— Task statement —
Collect all lines below with the string "true".

— Exercise materials —

// The network page hands the team's own equipment types to the sheet's pickers: every type of
// the network's team in the built-in library's shape, and none of another team's.
import { beforeAll, describe, expect, it } from "vitest";
import { getDb } from "#app/lib/db.server.ts";
import { teamTypeId } from "#app/lib/libraryTypes.ts";
import { loader as networkLoader } from "#app/routes/networks/network.tsx";
import { listLibraryTypes, writeLibraryTypes } from "#db/libraryTypes.ts";
import { makeTeam, networkFromFixture, type TeamFixture } from "../teamFixtures.ts";
import { call, getRequest } from "../harness.ts";

let team: TeamFixture;
let networkId: number;
let transformerId: number;
let conductorId: number;

const openPage = (cookie: string) => call(networkLoader, getRequest(`/networks/${networkId}`, cookie), { networkId: String(networkId) });

beforeAll(async () => {
  const db = await getDb();
  team = await makeTeam("Sheet library");
  const other = await makeTeam("Other library");
  const written = await writeLibraryTypes(db, {
    teamId: team.teamId,
    userId: team.userIds.editor,
    types: [
      { kind: "transformer", name: "Moorgate 20", data: { ratedMVA: 20, hvKV: 66, lvKV: 11, impedancePct: 10, loadLossKW: 95, vectorGroup: "Dyn11" } },
      { kind: "conductor", name: "Fell 185 cable", data: { kind: "cable", frequencyHz: 50, rOhmPerKm: 0.164, xOhmPerKm: 0.11, bMicroSiemensPerKm: 75, ampacityA: 350 } },
    ],
  });
  expect(written).toEqual({ ok: true, created: 2, updated: 0 });
  const otherWritten = await writeLibraryTypes(db, {
    teamId: other.teamId,
    userId: other.userIds.editor,
    types: [{ kind: "transformer", name: "Not ours 40", data: { ratedMVA: 40, hvKV: 132, lvKV: 33, impedancePct: 12 } }],
  });
  expect(otherWritten.ok).toBe(true);
  const stored = await listLibraryTypes(db, team.teamId);
  transformerId = stored.find((t) => t.kind === "transformer")!.id;
  conductorId = stored.find((t) => t.kind === "conductor")!.id;
  networkId = await networkFromFixture(team);
});

describe("the network page's equipment library", () => {
  it("passes the team's transformer and conductor types in the pickers' shape, marked as the team's", async () => {
    const page = await openPage(team.cookies.editor);
    expect(page.status).toBe(200);
    expect(page.body.library.transformers).toEqual([
      {
        id: teamTypeId(transformerId),
        label: "Moorgate 20",
        ratedMVA: 20,
        hvKV: 66,
        lvKV: 11,
        impedancePct: 10,
        loadLossKW: 95,
        noLoadLossKW: undefined,
        xOverR: undefined,
        vectorGroup: "Dyn11",
        source: "Sheet library team library",
      },
    ]);
    expect(page.body.library.conductors).toEqual([
      {
        id: teamTypeId(conductorId),
        label: "Fell 185 cable",
        kind: "cable",
        frequencyHz: 50,
        rOhmPerKm: 0.164,
        xOhmPerKm: 0.11,
        bMicroSiemensPerKm: 75,
        ampacityA: 350,
        source: "Sheet library team library",
      },
    ]);
  });

  it("gives a viewer the same types (their Details are read only, the list is not secret within the team)", async () => {
    const page = await openPage(team.cookies.viewer);
    expect(page.body.library.transformers.map((t: { label: string }) => t.label)).toEqual(["Moorgate 20"]);
    expect(page.body.library.conductors.map((c: { label: string }) => c.label)).toEqual(["Fell 185 cable"]);
  });

  it("never shows another team's types, and is not found for someone outside the team", async () => {
    const page = await openPage(team.cookies.owner);
    const labels = [...page.body.library.transformers, ...page.body.library.conductors].map((t: { label: string }) => t.label);
    expect(labels).not.toContain("Not ours 40");
    expect((await openPage(team.cookies.outsider)).status).toBe(404);
  });
});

— Problem solution —
  expect(written).toEqual({ ok: true, created: 2, updated: 0 });
  expect(otherWritten.ok).toBe(true);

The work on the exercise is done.